YEREVAN (AFP) - Armenia's parliament descended into a mass brawl on Wednesday (Aug 25) as the country remains split following last year's defeat in the war with Azerbaijan for control of Nagorno-Karabakh.
Prime Minister Nikol Pashinyan had faced a backlash at home over a peace deal with Azerbaijan which saw Armenia cede swathes of territory it had controlled for decades.
In June, Pashinyan's party secured a landslide victory in the snap polls he called after months of protests and mounting discontent.
The newly-formed parliament, however, has struggled to find common ground as Pashinyan's supporters and the opposition traded blame over the loss of Karabakh.
During a parliament session on Wednesday, members of the opposition starting throwing bottles of water at a speaker from Pashinyan's Civil Contract party.
The incident sparked a brawl, forcing the parliament's speaker to pause the session and call in security.
Water bottles and hand sanitisers have since been removed from the chamber.

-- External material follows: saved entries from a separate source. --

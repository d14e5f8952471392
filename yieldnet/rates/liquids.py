"""Volumes of a batch or a fed-batch: broth, samples, and what was added between the rows."""

from __future__ import annotations

from dataclasses import dataclass
from itertools import pairwise
from typing import TYPE_CHECKING

from yieldnet.model.cultivation import Reading
from yieldnet.rates.values import place_of, row_count

if TYPE_CHECKING:
    from yieldnet.model.cultivation import Additions
    from yieldnet.rates.values import Notes, PerhapsQuantity, Quantity, Values

__all__ = ["Liquids", "find_liquids"]


@dataclass(frozen=True, slots=True, kw_only=True)
class Liquids:
    """Volumes with their errors.

    Parameters
    ----------
    volumes : tuple of float, value with errors or None
        Broth at each row, before its sample is taken [L]; ``None`` where it is not known.
    sampled : tuple of float or value with errors
        Withdrawn at each row [L].
    added : tuple of (Additions, tuple of float, value with errors or None)
        Each liquid that is added, with its volume between each row and the next [L].
    """

    volumes: tuple[PerhapsQuantity, ...]
    sampled: tuple[Quantity, ...]
    added: tuple[tuple[Additions, tuple[PerhapsQuantity, ...]], ...]

    def check(self, values: Values, rows: range, notes: Notes) -> None:
        """Tell where a volume is missing that the rows from first to last need."""
        for row in rows:
            gone = ["volume"] if self.volumes[row] is None else []
            if row != rows[-1]:
                gone += [
                    f"volume of {item.name}" for item, steps in self.added if not _ok(steps[row])
                ]
            for what in gone:
                notes.findings.add(
                    "YN831",
                    f"the {what} is missing at {values.run.times[row]:g} h",
                    place_of(values.run, row),
                    hint="Give it in every row of the window, or leave the rows out.",
                )


def _ok(step: PerhapsQuantity) -> bool:
    return step is not None


def find_liquids(values: Values, notes: Notes) -> Liquids:
    """Volumes of all rows of a batch or a fed-batch.

    Parameters
    ----------
    values : Values
        Values of the run.
    notes : Notes
        Takes findings and assumptions.

    Returns
    -------
    Liquids
        Volumes [L].

    Notes
    -----
    A volume column is taken as it stands. One volume alone is that of the first row, and goes on
    by what is sampled and added. Without any, amounts are those of one litre.
    """
    run = values.run
    rows = row_count(run)
    sampled = [values.cell(run.sampled, row) if run.sampled else 0.0 for row in range(rows)]
    if any(item is None for item in sampled):
        notes.assume("no sample was withdrawn where the sheet gives no sampled volume")
    withdrawn = tuple(0.0 if item is None else item for item in sampled)
    added = []
    for item in run.additions:
        steps = _steps(values, item, notes)
        if steps is not None:
            added.append((item, steps))
    volumes = _volumes(values, withdrawn, [steps for _, steps in added], notes)
    return Liquids(volumes=volumes, sampled=withdrawn, added=tuple(added))


def _steps(values: Values, item: Additions, notes: Notes) -> tuple[PerhapsQuantity, ...] | None:
    """Volume added between each row and the next [L]; ``None`` for a liquid never added."""
    times = values.run.times
    if item.added is not None:
        totals = [values.cell(item.added, row) for row in range(len(times))]
        return tuple(
            None if before is None or after is None else after - before
            for before, after in pairwise(totals)
        )
    if item.rate is not None:
        notes.assume(f"the rate of {item.name} is straight between the rows")
        rates = [values.cell(item.rate, row) for row in range(len(times))]
        return tuple(
            None
            if before is None or after is None
            else (before + after) / 2 * (times[at + 1] - times[at])
            for at, (before, after) in enumerate(pairwise(rates))
        )
    notes.findings.add(
        "YN831",
        f"the contents of {item.name} are given, and not how much of it was added",
        values.run.span,
        left=f"{len(item.contents) + len(item.contents_by_row)} contents",
        right="no volume",
        hint="Give the volume added or its rate, or leave the contents out.",
    )
    return None


def _volumes(
    values: Values,
    sampled: tuple[Quantity, ...],
    steps: list[tuple[PerhapsQuantity, ...]],
    notes: Notes,
) -> tuple[PerhapsQuantity, ...]:
    run = values.run
    rows = len(sampled)
    if run.volume is not None and not isinstance(run.volume, Reading):
        return tuple(values.cell(run.volume, row) for row in range(rows))
    if run.volume is None:
        if run.sampled is None and not steps and run.gas is None:
            notes.assume("no volume is given, so it is constant and rates are those of one litre")
            return (1.0,) * rows
        notes.findings.add(
            "YN830",
            "the broth volume is missing",
            run.span,
            hint="Samples, feed, base and gas count against it: give a volume.",
        )
        return (None,) * rows
    level: PerhapsQuantity = values.of(run.volume)
    found = [level]
    for row in range(rows - 1):
        parts = [step[row] for step in steps]
        if level is not None:
            gone = any(part is None for part in parts)
            level = None if gone else level - sampled[row] + sum(parts)
        found.append(level)
    if run.sampled is not None or steps:
        notes.assume(
            "the volume given is that of the first row; it goes on by what is sampled and added"
        )
    else:
        notes.assume("the broth volume is constant")
    return tuple(found)
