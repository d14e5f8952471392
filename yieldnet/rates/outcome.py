"""From rates with a covariance matrix to the yields that follow, and to what is told of them."""

from __future__ import annotations

from math import sqrt
from typing import TYPE_CHECKING

from yieldnet.foundation.findings import Severity
from yieldnet.model.case import BAND
from yieldnet.model.network import Direction
from yieldnet.rates.offgas import CARBON_DIOXIDE, OXYGEN
from yieldnet.rates.result import Estimate, StateRates
from yieldnet.rates.values import own_side

if TYPE_CHECKING:
    from collections.abc import Sequence

    import numpy as np
    from numpy.typing import NDArray

    from yieldnet.foundation.findings import SourceSpan
    from yieldnet.model.cultivation import Cultivation
    from yieldnet.rates.result import Fit, Matrix, Scatter
    from yieldnet.rates.values import Listed, Notes

__all__ = ["as_matrix", "quotient", "state_rates"]


def as_matrix(array: NDArray[np.float64]) -> Matrix:
    """Rows of a matrix as tuples."""
    return tuple(tuple(float(value) for value in row) for row in array)


def quotient(
    rates: NDArray[np.float64], covariance: NDArray[np.float64], over: int, under: int
) -> Estimate:
    """Ratio of two rates, their correlation counted.

    Parameters
    ----------
    rates : ndarray
        Rates in one unit.
    covariance : ndarray
        Their covariance.
    over, under : int
        Which is divided by which [-].

    Returns
    -------
    Estimate
        Ratio with its standard deviation, to first order [-].
    """
    value = float(rates[over] / rates[under])
    slopes = [(over, 1 / rates[under]), (under, -value / rates[under])]
    variance = sum(a * b * covariance[i][j] for i, a in slopes for j, b in slopes)
    # Rounding may leave a variance of nothing just below zero.
    return Estimate(value=value, sd=sqrt(max(float(variance), 0.0)))


def state_rates(
    run: Cultivation,
    items: Sequence[Listed],
    *,
    label: str,
    where: SourceSpan | None,
    volumetric: NDArray[np.float64],
    volumetric_covariance: NDArray[np.float64],
    specific: NDArray[np.float64] | None,
    specific_covariance: NDArray[np.float64] | None,
    growth_rate: Estimate | None,
    notes: Notes,
    fit: Fit | None = None,
    scatter: tuple[Scatter, ...] = (),
) -> StateRates | None:
    """Rates on their declared sides, and yields, from rates given off.

    Parameters
    ----------
    run : Cultivation
        The run.
    items : sequence of Listed
        Compounds, the basis first.
    label : str
        Name of the state.
    where : SourceSpan or None
        Place for findings.
    volumetric, volumetric_covariance : ndarray
        Given off positive, with covariance [mol/L/h].
    specific, specific_covariance : ndarray or None
        The same per dry weight [mol/g/h].
    growth_rate : Estimate or None
        Specific growth rate [1/h].
    notes : Notes
        Takes findings.
    fit : Fit or None
        What belongs to the state.
    scatter : tuple of Scatter
        What belongs to the state.

    Returns
    -------
    StateRates or None
        ``None`` where the basis is not consumed, so that no yield exists.

    Notes
    -----
    Y_i = r_i / r_basis; its covariance is J C J^T with the derivatives 1/r_basis and
    -Y_i/r_basis, so the error of the common basis correlates all yields.
    """
    import numpy as np

    signs = own_side(items)
    rates = signs * volumetric
    spread = np.outer(signs, signs) * volumetric_covariance
    sds = np.sqrt(np.diag(spread))
    of_state = f" in state {label!r}" if label else ""
    if not rates[0] > 0:
        notes.findings.add(
            "YN832",
            f"{items[0].name} is not consumed{of_state}",
            where,
            left=f"consumption {rates[0]:.4g} mol/L/h",
            right=f"s.d. {sds[0]:.2g} mol/L/h",
            hint="Yields are counted per mol of it: check the basis and its data.",
        )
        return None
    if rates[0] <= BAND * sds[0]:
        notes.findings.add(
            "YN832",
            f"the consumption of {items[0].name} is lost in its error{of_state}",
            where,
            left=f"consumption {rates[0]:.4g} mol/L/h",
            right=f"s.d. {sds[0]:.2g} mol/L/h",
            hint="Yields mean little here: take a longer window or a better analysis.",
            severity=Severity.WARNING,
        )
    for item, rate, sd in zip(items[1:], rates[1:], sds[1:], strict=True):
        if item.side is not Direction.EITHER and rate < -BAND * sd - 1e-12 * rates[0]:
            other = "produced" if item.side is Direction.CONSUMED else "consumed"
            notes.findings.add(
                "YN825",
                f"{item.name} is {other}{of_state}, against the equation",
                where,
                left=f"declared {item.side}",
                right=f"{other} at {-rate:.4g} ± {sd:.2g} mol/L/h",
                hint="Check its data, or put it on the other side or under 'either side'.",
                severity=Severity.WARNING,
            )
    yields = rates[1:] / rates[0]
    slopes = np.hstack([-yields[:, None] / rates[0], np.eye(len(yields)) / rates[0]])
    places = {item.name: at for at, item in enumerate(items)}
    respiratory = None
    if CARBON_DIOXIDE in places and OXYGEN in places:
        gas, air = places[CARBON_DIOXIDE], places[OXYGEN]
        if -volumetric[air] > BAND * sds[air]:
            plain = quotient(volumetric, volumetric_covariance, gas, air)
            respiratory = Estimate(value=-plain.value, sd=plain.sd)
    return StateRates(
        label=label,
        growth_rate=growth_rate,
        compounds=tuple(item.name for item in items),
        weights=tuple(run.compound(item.name).weight for item in items),
        specific_rates=None if specific is None else tuple(map(float, signs * specific)),
        specific_covariance=None
        if specific_covariance is None
        else as_matrix(np.outer(signs, signs) * specific_covariance),
        volumetric_rates=tuple(map(float, rates)),
        volumetric_covariance=as_matrix(spread),
        yields=tuple(map(float, yields)),
        yield_covariance=as_matrix(slopes @ spread @ slopes.T),
        respiratory_quotient=respiratory,
        fit=fit,
        scatter=scatter,
    )
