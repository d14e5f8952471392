"""What a picture of a window shows: readings, the fit beside them, and a curve to be drawn."""

from __future__ import annotations

from typing import TYPE_CHECKING

from yieldnet.model.network import BIOMASS
from yieldnet.rates.result import FittedSeries

if TYPE_CHECKING:
    import numpy as np
    from numpy.typing import NDArray

    from yieldnet.rates.window_model import Path, WindowModel

    Floats = NDArray[np.float64]

__all__ = ["CURVE_POINTS", "fitted_series"]

CURVE_POINTS = 12
"""Points of a curve between two samples [-]."""


def fitted_series(model: WindowModel, point: NDArray[np.float64]) -> tuple[FittedSeries, ...]:
    """Readings of a window with the fit.

    Parameters
    ----------
    model : WindowModel
        The model.
    point : ndarray
        Its parameters.

    Returns
    -------
    tuple of FittedSeries
        Biomass, the compounds of the broth, those of the gas.

    Notes
    -----
    Between two samples the curve takes feed and volume as straight in time.
    """
    import numpy as np

    row = point[None, :]
    path = model.path(row)
    factor = float(model.calibration(row)[0, 0])
    fine = _fine_times(model)
    found = [
        _series(
            BIOMASS,
            "broth",
            "g/L",
            model.times[model.biomass.at],
            factor * model.biomass.values,
            factor * model.biomass.sds,
            (path.biomass / path.volume)[0, model.biomass.at],
            fine,
            _curve(model, path, point, None) / _volume_curve(model, path),
        )
    ]
    for which, data in enumerate(model.broth):
        found.append(
            _series(
                data.name,
                "broth",
                "mol/L",
                model.times[data.at],
                data.values,
                data.sds,
                (model.amounts(path, row, which) / path.volume)[0, data.at],
                fine,
                _curve(model, path, point, which) / _volume_curve(model, path),
            )
        )
    if model.gas is not None:
        gas = model.gas
        level = gas.values + float(point[0]) * gas.storing
        fitted = (model.gas_rates(path, row) + path.growth_rate * gas.storing)[0]
        first = 2 + 2 * len(model.broth)
        for at, name in enumerate(gas.names):
            mine = gas.which == at
            found.append(
                _series(
                    name,
                    "gas",
                    "mol/h",
                    model.times[gas.at[mine]],
                    level[mine],
                    gas.sds[mine],
                    fitted[mine],
                    fine,
                    float(point[first + at]) * _curve(model, path, point, None),
                )
            )
    assert all(np.isfinite(item.curve_values).all() for item in found)
    return tuple(found)


def _series(
    compound: str,
    place: str,
    unit: str,
    times: Floats,
    values: Floats,
    sds: Floats,
    fitted: Floats,
    curve_times: Floats,
    curve_values: Floats,
) -> FittedSeries:
    def as_tuple(array: Floats) -> tuple[float, ...]:
        return tuple(float(value) for value in array)

    return FittedSeries(
        compound=compound,
        place=place,
        unit=unit,
        times=as_tuple(times),
        values=as_tuple(values),
        sds=as_tuple(sds),
        fitted=as_tuple(fitted),
        residuals=as_tuple((values - fitted) / sds),
        curve_times=as_tuple(curve_times),
        curve_values=as_tuple(curve_values),
    )


def _shares() -> Floats:
    import numpy as np

    return np.linspace(0.0, 1.0, CURVE_POINTS + 1)


def _fine_times(model: WindowModel) -> Floats:
    """Close times; each sample stands twice, just after and just before."""
    import numpy as np

    found: Floats = (model.times[:-1, None] + np.outer(model.hours, _shares())).ravel()
    return found


def _volume_curve(model: WindowModel, path: Path) -> Floats:
    volume, sampled = path.volume[0], path.sampled[0]
    after = volume[:-1] - sampled[:-1]
    found: Floats = (after[:, None] + (volume[1:] - after)[:, None] * _shares()).ravel()
    return found


def _curve(model: WindowModel, path: Path, point: Floats, which: int | None) -> Floats:
    """Biomass in the vessel [g], or the amount of one compound of the broth [mol]."""
    import numpy as np

    row = point[None, :]
    rate = float(point[0])
    kept = (path.left[0, 1:] / path.left[0, :-1])[:-1]
    inside = np.outer(model.hours, _shares())
    after = (path.biomass[0, :-1] * kept)[:, None]
    grown = after * np.exp(rate * inside)
    if which is None:
        found: Floats = grown.ravel()
        return found
    amount = model.amounts(path, row, which)[0, :-1] * kept
    # Biomass integral since the last sample; the series serves where growth is next to nothing.
    still = abs(rate) * model.hours.max() < 1e-9
    integral = after * inside if still else (grown - after) / rate
    steps = model.steps(path, row, model.broth[which].name)
    fed = np.zeros_like(inside) if steps is None else np.outer(steps[0], _shares())
    curve: Floats = (amount[:, None] + point[3 + 2 * which] * integral + fed).ravel()
    return curve
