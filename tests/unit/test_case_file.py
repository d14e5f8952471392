"""Case files: what every section means, and what each mistake is told as."""

from __future__ import annotations

from fractions import Fraction
from typing import TYPE_CHECKING

import pytest

from yieldnet.foundation.findings import Severity
from yieldnet.model.case import AimDirection, EnergySurplus
from yieldnet.model.network import Direction
from yieldnet.reading.case_file import load_case

if TYPE_CHECKING:
    from collections.abc import Callable
    from pathlib import Path

    from yieldnet.foundation.findings import Findings
    from yieldnet.model.case import Case

    CaseOf = Callable[[str], tuple[Case | None, Findings]]

F = Fraction
NETWORK = """
network: Small
parameters: {po: 1.5, gain: 2}
parameter sets:
  little pumping: {source: from memory, values: {po: 0.5, gain: 1}}
carriers:
  ATP: {kind: energy}
  NADH: {kind: redox, formula: H2}
crossing:
  in: [glucose, oxygen, ammonia]
  out: [biomass, ethanol, lactate]
  either: [carbon dioxide, water]
reactions:
  glycolysis: glucose -> 2 pyruvate + 2 NADH + 2 ATP
  lactate dehydrogenase: pyruvate + NADH <-> lactate
  ethanol path: pyruvate + NADH -> ethanol + carbon dioxide
  respiration:
    equation: NADH + 1/2 oxygen -> water + (po) ATP
    group: breathing
strains:
  without air: [breathing]
growth:
  biomass: {formula: CH1.8O0.5N0.2, ash: 0.05}
  equation: 0.2 glucose + ? ammonia + 2 ATP -> biomass + ? carbon dioxide + ? water + ? NADH
maintenance: {ATP: 2 mmol/g/h}
"""
GOOD = """
case: Small
about: for tests
network: network.yaml
strain: without air
equation: glucose + ? ammonia + 1/2 oxygen -> ? biomass + ? ethanol + 0.25 lactate
either side: [carbon dioxide, water]
conditions:
  growth rate: 0.1 ± 0.01 1/h
  substrate uptake: 4 mmol/g/h
  temperature: 310.15 K
measured:
  biomass: 0.1 ± 0.01 g/g
demands:
  ethanol: 0.1 to 0.5 C-mol/C-mol
aim: most ethanol
energy surplus: none
knock-outs: [respiration]
parameters: {po: 5/4}
"""
ALONE = """
case: Alone
equation: glucose + ? oxygen -> ? ethanol + ? sweat
either side: [carbon dioxide, water]
compounds:
  sweat: {formula: CH1.8O0.5, ash: 0.1, about: invented}
measured: {ethanol: 1.0}
"""


@pytest.fixture
def beside(tmp_path: Path) -> None:
    (tmp_path / "network.yaml").write_text(NETWORK, "utf-8")


@pytest.fixture
def case(beside: None, case_of: CaseOf) -> Case:
    case, findings = case_of(GOOD)
    assert case is not None, findings.items
    assert list(findings) == []
    return case


@pytest.fixture
def alone(case_of: CaseOf) -> Case:
    case, findings = case_of(ALONE)
    assert case is not None, findings.items
    return case


def test_title_network_and_equation(case: Case, tmp_path: Path) -> None:
    assert case.title == "Small"
    assert case.file == str(tmp_path / "case.yaml")
    assert case.network is not None
    assert case.network.title == "Small"
    assert case.basis.name == "glucose"
    assert repr(case) == (
        "Case('Small': glucose + ? ammonia + 1/2 oxygen -> ? biomass + ? ethanol + 0.25 lactate)"
    )


def test_coefficients_stand_on_their_sides(case: Case) -> None:
    assert [(item.name, item.side) for item in case.coefficients] == [
        ("ammonia", Direction.CONSUMED),
        ("oxygen", Direction.CONSUMED),
        ("biomass", Direction.PRODUCED),
        ("ethanol", Direction.PRODUCED),
        ("lactate", Direction.PRODUCED),
        ("carbon dioxide", Direction.EITHER),
        ("water", Direction.EITHER),
    ]
    assert [item.name for item in case.compounds] == [
        "glucose",
        *(item.name for item in case.coefficients),
    ]


def test_written_numbers_are_known_and_only_decimals_stay_unknown(case: Case) -> None:
    written = {item.name: item.written for item in case.coefficients if item.written}
    assert {name: item.value for name, item in written.items()} == {
        "oxygen": F(1, 2),
        "lactate": F(1, 4),
    }
    # Seven coefficients, of which the fraction 1/2 alone is exact.
    assert case.unknowns() == 6


def test_conditions_in_their_own_units(case: Case) -> None:
    rate, uptake, temperature = case.growth_rate, case.substrate_uptake, case.temperature
    assert rate is not None
    assert uptake is not None
    assert temperature is not None
    assert (rate.value, rate.sd, rate.text) == (F(1, 10), F(1, 100), "0.1 ± 0.01 1/h")
    assert (uptake.value, uptake.sd) == (F(4, 1000), None)
    assert (temperature.value, temperature.sd) == (F(37), None)


def test_a_measured_value_in_grams_counts_the_ash(case: Case) -> None:
    (measured,) = case.measured
    sugar = case.basis.weight.molar_mass
    cell = case.compound("biomass").weight.molar_mass
    assert sugar is not None
    assert cell is not None
    assert measured.compound == "biomass"
    assert measured.label == "measured biomass"
    assert measured.text == "0.1 ± 0.01 g/g"
    assert measured.value == F(1, 10) * sugar / cell
    assert measured.sd == measured.value / 10
    # 180.156 g glucose and 24.6263/0.95 g biomass: 0.1 g/g is 0.695 mol/mol.
    assert float(measured.value) == pytest.approx(0.1 * 180.156 / (24.6263 / 0.95), rel=1e-9)


def test_a_demand_in_carbon_mols(case: Case) -> None:
    (demand,) = case.demands
    # Ethanol has 2 carbons, glucose 6: x C-mol/C-mol is 3x mol/mol.
    assert (demand.compound, demand.low, demand.high) == ("ethanol", F(3, 10), F(3, 2))


def test_aim_surplus_switches_and_parameters(case: Case) -> None:
    assert case.aim is not None
    assert (case.aim.direction, case.aim.compound) == (AimDirection.MOST, "ethanol")
    assert str(case.aim) == "most ethanol"
    assert not case.aim.is_energy
    assert case.energy_surplus is EnergySurplus.NONE
    assert case.energy_surplus_given
    assert case.strain is not None
    assert case.strain.name == "without air"
    assert [item.name for item in case.knock_outs] == ["respiration"]
    assert case.parameters == (("po", F(5, 4)),)


def test_an_energy_carrier_may_be_the_aim(beside: None, case_of: CaseOf) -> None:
    case, findings = case_of(
        GOOD.replace("aim: most ethanol", "aim: most ATP").replace("energy surplus: none\n", "")
    )
    assert case is not None, findings.items
    assert case.aim is not None
    assert case.aim.is_energy


def test_what_is_left_out_has_its_default(beside: None, case_of: CaseOf) -> None:
    case, _ = case_of("case: x\nnetwork: network.yaml\nequation: glucose -> ? ethanol\n")
    assert case is not None
    assert case.energy_surplus is EnergySurplus.LOST
    assert not case.energy_surplus_given
    assert (case.aim, case.strain, case.growth_rate, case.temperature) == (None,) * 4
    assert [*case.measured, *case.demands, *case.knock_outs, *case.parameters] == []


def test_a_case_of_elements_alone_may_define_compounds(alone: Case) -> None:
    assert alone.network is None
    sweat = alone.compound("sweat")
    assert (str(sweat.formula), sweat.ash) == ("CH1.8O0.5", F(1, 10))
    assert alone.compound("oxygen").formula["O"] == 2
    assert alone.measured[0].sd is None


def test_a_shipped_network_by_name(case_of: CaseOf) -> None:
    case, findings = case_of(
        "case: x\nnetwork: lysine-coryneform\n"
        "equation: glucose + ? ammonia + ? oxygen -> ? L-lysine\n"
        "either side: [carbon dioxide, water]\n"
    )
    assert case is not None, findings.items
    assert case.network is not None
    assert case.network.title == "Coryneform lysine former on glucose"


def test_another_loader_is_chosen_by_the_ending_of_the_name(
    beside: None, case: Case, tmp_path: Path
) -> None:
    asked: list[str] = []

    def loader(path: str) -> tuple[object, Findings]:
        asked.append(path)
        from yieldnet.reading.network_file import load_network

        return load_network(path.removesuffix(".other"))

    (tmp_path / "network.yaml.other").touch()
    path = tmp_path / "case.yaml"
    path.write_text(GOOD.replace("network.yaml", "network.yaml.other"), "utf-8")
    found, findings = load_case(str(path), {".other": loader})  # type: ignore[dict-item]
    assert found == case
    assert list(findings) == []
    assert asked == [str(tmp_path / "network.yaml.other")]


def test_a_parameter_set_lies_under_the_parameters_of_the_case(case_of: CaseOf, case: Case) -> None:
    assert case.overrides() == {"po": F(5, 4)}
    text = GOOD.replace("strain:", "parameter set: little pumping\nstrain:")
    chosen, findings = case_of(text)
    assert chosen is not None, findings.items
    assert chosen.parameter_set is not None
    assert chosen.parameter_set.name == "little pumping"
    assert chosen.parameters == (("po", F(5, 4)),)
    assert chosen.overrides() == {"po": F(5, 4), "gain": 1}
    places = chosen.override_spans()
    lines = text.split("\n")
    assert lines[places["gain"].line - 1] == "parameter set: little pumping"
    assert lines[places["po"].line - 1] == "parameters: {po: 5/4}"
    # A study that changes a parameter changes it above the set, too.
    assert chosen.with_parameter("gain", F(3)).overrides() == {"po": F(5, 4), "gain": 3}


def test_look_ups_and_changed_copies(case: Case) -> None:
    assert case.coefficient("ethanol") is not None
    assert case.coefficient("glucose") is None
    assert case.compound("glucose") is case.basis
    with pytest.raises(KeyError, match="ethane"):
        case.compound("ethane")
    assert case.with_parameter("po", F(2)).parameters == (("po", F(2)),)
    with pytest.raises(KeyError, match="other"):
        case.with_parameter("other", F(2))
    with pytest.raises(KeyError, match="glycolisis"):
        case.with_knock_outs("glycolisis")
    more = case.with_knock_outs("ethanol path", "glycolysis")
    assert [item.name for item in more.knock_outs] == ["respiration", "ethanol path", "glycolysis"]
    assert [item.name for item in case.knock_outs] == ["respiration"]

After the Wednesday session resumed, another brawl broke out when an opposition deputy was interrupted by heckling.
A member of Pashinyan's party then tried to kick the opposition lawmaker, sparking mass fighting on the chamber's floor.
Several members of parliament were removed by security and one lawmaker ended up in hospital with an eye injury.
A day earlier, another opposition deputy was removed from the chamber after she called Pashinyan's party "supporters of the capitulator".
Armenia has been in political crisis since the defeat in the six-week war over disputed Nagorno-Karabakh last autumn that claimed around 6,500 lives.
The fighting ended with a Russian-brokered ceasefire that saw Baku take control of parts of Karabakh and surrounding districts which Armenian forces controlled since 1994.
Moscow has deployed peacekeepers in the area to oversee the ceasefire it mediated to end the fighting.
Both Azerbaijan and Armenia have reported occasional shootouts in recent months along their shared border, sparking fears of a flare up in the territorial dispute.